BEGIN

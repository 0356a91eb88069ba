using Auditor.Numerics.Factor;
using Auditor.Numerics.SecondPass;

namespace Auditor.Numerics.Parts;

/// <summary>One part's sums by cluster, unit or period, and which class of all parts each of its classes is.</summary>
/// <param name="Codes">For each class of the part, the code of the same cluster, unit or period over all parts, 0 to count - 1; periods in the order of time.</param>
public sealed record PartClasses(ClassSums Sums, IReadOnlyList<int> Codes);

/// <summary>
/// Sums of a contrast by cluster, unit or period over all parts; a class may have rows in several. Made from the parts' own sums: a row's entry of Q_d is L_k'qz, its
/// residual under equal effects e(F) - qz'B c, and the columns that stand before it are Q_F of its part and diag(Qz_k) B.
/// </summary>
public sealed class ContrastSums
{
    /// <summary>A sum of squared rows of Q_d below this is rounding.</summary>
    private const double ZeroSquares = 1e-24;

    private readonly EffectContrast _contrast;
    private readonly double[] _scores;
    private readonly double[] _fitted;
    private readonly double[] _squares;

    private ContrastSums(EffectContrast contrast, int count)
    {
        (_contrast, Count) = (contrast, count);
        _scores = new double[count * contrast.Rank];
        _fitted = new double[count * contrast.Rank];
        _squares = new double[count];
    }

    public int Count { get; }

    /// <summary>Classes with a non-zero row of Q_d.</summary>
    public int Contributing => _squares.Count(value => value > ZeroSquares);

    /// <summary>sum_c |Q_dc' Q_rc|² (Frobenius), Q_r the reduced model's orthonormal basis.</summary>
    public double LeverageTrace { get; private set; }

    /// <summary>phi, the share of the score's variance that estimating the reduced model leaves.</summary>
    public double Phi => 1 - (LeverageTrace / _contrast.Rank);

    /// <summary>s_c = sum of the rows of Q_d times the residual under equal effects.</summary>
    internal ReadOnlySpan<double> Score(int code) => Of(_scores, code);

    /// <summary>The same with the contrast's own fitted part in place of the residual.</summary>
    internal ReadOnlySpan<double> FittedScore(int code) => Of(_fitted, code);

    /// <param name="parts">Null: the part has no sums by such classes.</param>
    /// <returns>Null when the products of some part were too many to be kept.</returns>
    public static ContrastSums? Of(EffectContrast contrast, IReadOnlyList<PartClasses?> parts, int count)
    {
        if (parts.Any(part => part?.Sums.Moments is null))
        {
            return null;
        }

        var sums = new ContrastSums(contrast, count);
        var rank = contrast.CommonRank;
        var common = new double[count][];
        for (var k = 0; k < parts.Count; k++)
        {
            var (part, own) = (parts[k]!, new PartOfContrast(contrast, k));
            for (var code = 0; code < part.Sums.Count; code++)
            {
                sums.Take(own, part.Sums, code, part.Codes[code], common[part.Codes[code]] ??= new double[rank * contrast.Rank]);
            }
        }

        sums.LeverageTrace += common.Where(one => one is not null).Sum(one => BlockKernels.Dot(one, one));
        return sums;
    }

    /// <param name="common">Q_dc' diag(Qz) B of the class over all parts so far, column by column.</param>
    private void Take(PartOfContrast part, ClassSums sums, int own, int code, double[] common)
    {
        var moments = sums.Moments!;
        var (squares, cross) = (new double[part.Rank], new double[part.FinalRank]);
        Turn(part, [.. Enumerable.Range(0, part.Rank).Select(a => sums.Score(own)[a] - BlockKernels.Dot(moments.Squares(own, a), part.Common))], _scores, code);
        Turn(part, [.. Enumerable.Range(0, part.Rank).Select(a => BlockKernels.Dot(moments.Squares(own, a), part.Fitted))], _fitted, code);
        for (var t = 0; t < _contrast.Rank; t++)
        {
            squares.AsSpan().Clear();
            cross.AsSpan().Clear();
            for (var a = 0; a < part.Rank; a++)
            {
                BlockKernels.AddScaled(squares, part.Direction(t)[a], moments.Squares(own, a));
                BlockKernels.AddScaled(cross, part.Direction(t)[a], moments.Cross(own, a));
            }

            _squares[code] += BlockKernels.Dot(squares, part.Direction(t));
            LeverageTrace += BlockKernels.Dot(cross, cross);
            _contrast.TurnCommon(part.Place, squares, common.AsSpan(t * _contrast.CommonRank, _contrast.CommonRank));
        }
    }

    private void Turn(PartOfContrast part, double[] inPart, double[] into, int code) => _contrast.Turn(part.Place, inPart, Of(into, code));

    private Span<double> Of(double[] values, int code) => values.AsSpan(code * _contrast.Rank, _contrast.Rank);

    /// <summary>What a contrast is in one part's coordinates.</summary>
    private sealed class PartOfContrast
    {
        private readonly double[][] _directions;

        public PartOfContrast(EffectContrast contrast, int place)
        {
            (Place, Rank, FinalRank) = (place, contrast.Parts[place].Rank, contrast.Parts[place].Final.Rank);
            (Common, Fitted) = (contrast.Common(place), contrast.Fitted(place));
            _directions = [.. Enumerable.Range(0, contrast.Rank).Select(_ => new double[Rank])];
            var (unit, entries) = (new double[Rank], new double[contrast.Rank]);
            for (var a = 0; a < Rank; a++)
            {
                unit.AsSpan().Clear();
                entries.AsSpan().Clear();
                unit[a] = 1;
                contrast.Turn(place, unit, entries);
                for (var t = 0; t < entries.Length; t++)
                {
                    _directions[t][a] = entries[t];
                }
            }
        }

        public int Place { get; }

        public int Rank { get; }

        public int FinalRank { get; }

        public double[] Common { get; }

        public double[] Fitted { get; }

        /// <summary>Column t of L_k.</summary>
        public double[] Direction(int t) => _directions[t];
    }
}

END

- WHAT THIS TASK INVOLVES
Go through the records above and copy each one exactly.

- TASK RESULT
repository 0356a91eb88069ba
using Auditor.Numerics.Factor;
using Auditor.Numerics.SecondPass;

namespace Auditor.Numerics.Parts;

/// <summary>One part's sums by cluster, unit or period, and which class of all parts each of its classes is.</summary>
/// <param name="Codes">For each class of the part, the code of the same cluster, unit or period over all parts, 0 to count - 1; periods in the order of time.</param>
public sealed record PartClasses(ClassSums Sums, IReadOnlyList<int> Codes);

/// <summary>
/// Sums of a contrast by cluster, unit or period over all parts; a class may have rows in several. Made from the parts' own sums: a row's entry of Q_d is L_k'qz, its
/// residual under equal effects e(F) - qz'B c, and the columns that stand before it are Q_F of its part and diag(Qz_k) B.
/// </summary>
public sealed class ContrastSums
{
    /// <summary>A sum of squared rows of Q_d below this is rounding.</summary>
    private const double ZeroSquares = 1e-24;

    private readonly EffectContrast _contrast;
    private readonly double[] _scores;
    private readonly double[] _fitted;
    private readonly double[] _squares;

    private ContrastSums(EffectContrast contrast, int count)
    {
        (_contrast, Count) = (contrast, count);
        _scores = new double[count * contrast.Rank];
        _fitted = new double[count * contrast.Rank];
        _squares = new double[count];
    }

    public int Count { get; }

    /// <summary>Classes with a non-zero row of Q_d.</summary>
    public int Contributing => _squares.Count(value => value > ZeroSquares);

    /// <summary>sum_c |Q_dc' Q_rc|² (Frobenius), Q_r the reduced model's orthonormal basis.</summary>
    public double LeverageTrace { get; private set; }

    /// <summary>phi, the share of the score's variance that estimating the reduced model leaves.</summary>
    public double Phi => 1 - (LeverageTrace / _contrast.Rank);

    /// <summary>s_c = sum of the rows of Q_d times the residual under equal effects.</summary>
    internal ReadOnlySpan<double> Score(int code) => Of(_scores, code);

    /// <summary>The same with the contrast's own fitted part in place of the residual.</summary>
    internal ReadOnlySpan<double> FittedScore(int code) => Of(_fitted, code);

    /// <param name="parts">Null: the part has no sums by such classes.</param>
    /// <returns>Null when the products of some part were too many to be kept.</returns>
    public static ContrastSums? Of(EffectContrast contrast, IReadOnlyList<PartClasses?> parts, int count)
    {
        if (parts.Any(part => part?.Sums.Moments is null))
        {
            return null;
        }

        var sums = new ContrastSums(contrast, count);
        var rank = contrast.CommonRank;
        var common = new double[count][];
        for (var k = 0; k < parts.Count; k++)
        {
            var (part, own) = (parts[k]!, new PartOfContrast(contrast, k));
            for (var code = 0; code < part.Sums.Count; code++)
            {
                sums.Take(own, part.Sums, code, part.Codes[code], common[part.Codes[code]] ??= new double[rank * contrast.Rank]);
            }
        }

        sums.LeverageTrace += common.Where(one => one is not null).Sum(one => BlockKernels.Dot(one, one));
        return sums;
    }

    /// <param name="common">Q_dc' diag(Qz) B of the class over all parts so far, column by column.</param>
    private void Take(PartOfContrast part, ClassSums sums, int own, int code, double[] common)
    {
        var moments = sums.Moments!;
        var (squares, cross) = (new double[part.Rank], new double[part.FinalRank]);
        Turn(part, [.. Enumerable.Range(0, part.Rank).Select(a => sums.Score(own)[a] - BlockKernels.Dot(moments.Squares(own, a), part.Common))], _scores, code);
        Turn(part, [.. Enumerable.Range(0, part.Rank).Select(a => BlockKernels.Dot(moments.Squares(own, a), part.Fitted))], _fitted, code);
        for (var t = 0; t < _contrast.Rank; t++)
        {
            squares.AsSpan().Clear();
            cross.AsSpan().Clear();
            for (var a = 0; a < part.Rank; a++)
            {
                BlockKernels.AddScaled(squares, part.Direction(t)[a], moments.Squares(own, a));
                BlockKernels.AddScaled(cross, part.Direction(t)[a], moments.Cross(own, a));
            }

            _squares[code] += BlockKernels.Dot(squares, part.Direction(t));
            LeverageTrace += BlockKernels.Dot(cross, cross);
            _contrast.TurnCommon(part.Place, squares, common.AsSpan(t * _contrast.CommonRank, _contrast.CommonRank));
        }
    }

    private void Turn(PartOfContrast part, double[] inPart, double[] into, int code) => _contrast.Turn(part.Place, inPart, Of(into, code));

    private Span<double> Of(double[] values, int code) => values.AsSpan(code * _contrast.Rank, _contrast.Rank);

    /// <summary>What a contrast is in one part's coordinates.</summary>
    private sealed class PartOfContrast
    {
        private readonly double[][] _directions;

        public PartOfContrast(EffectContrast contrast, int place)
        {
            (Place, Rank, FinalRank) = (place, contrast.Parts[place].Rank, contrast.Parts[place].Final.Rank);
            (Common, Fitted) = (contrast.Common(place), contrast.Fitted(place));
            _directions = [.. Enumerable.Range(0, contrast.Rank).Select(_ => new double[Rank])];
            var (unit, entries) = (new double[Rank], new double[contrast.Rank]);
            for (var a = 0; a < Rank; a++)
            {
                unit.AsSpan().Clear();
                entries.AsSpan().Clear();
                unit[a] = 1;
                contrast.Turn(place, unit, entries);
                for (var t = 0; t < entries.Length; t++)
                {
                    _directions[t][a] = entries[t];
                }
            }
        }

        public int Place { get; }

        public int Rank { get; }

        public int FinalRank { get; }

        public double[] Common { get; }

        public double[] Fitted { get; }

        /// <summary>Column t of L_k.</summary>
        public double[] Direction(int t) => _directions[t];
    }
}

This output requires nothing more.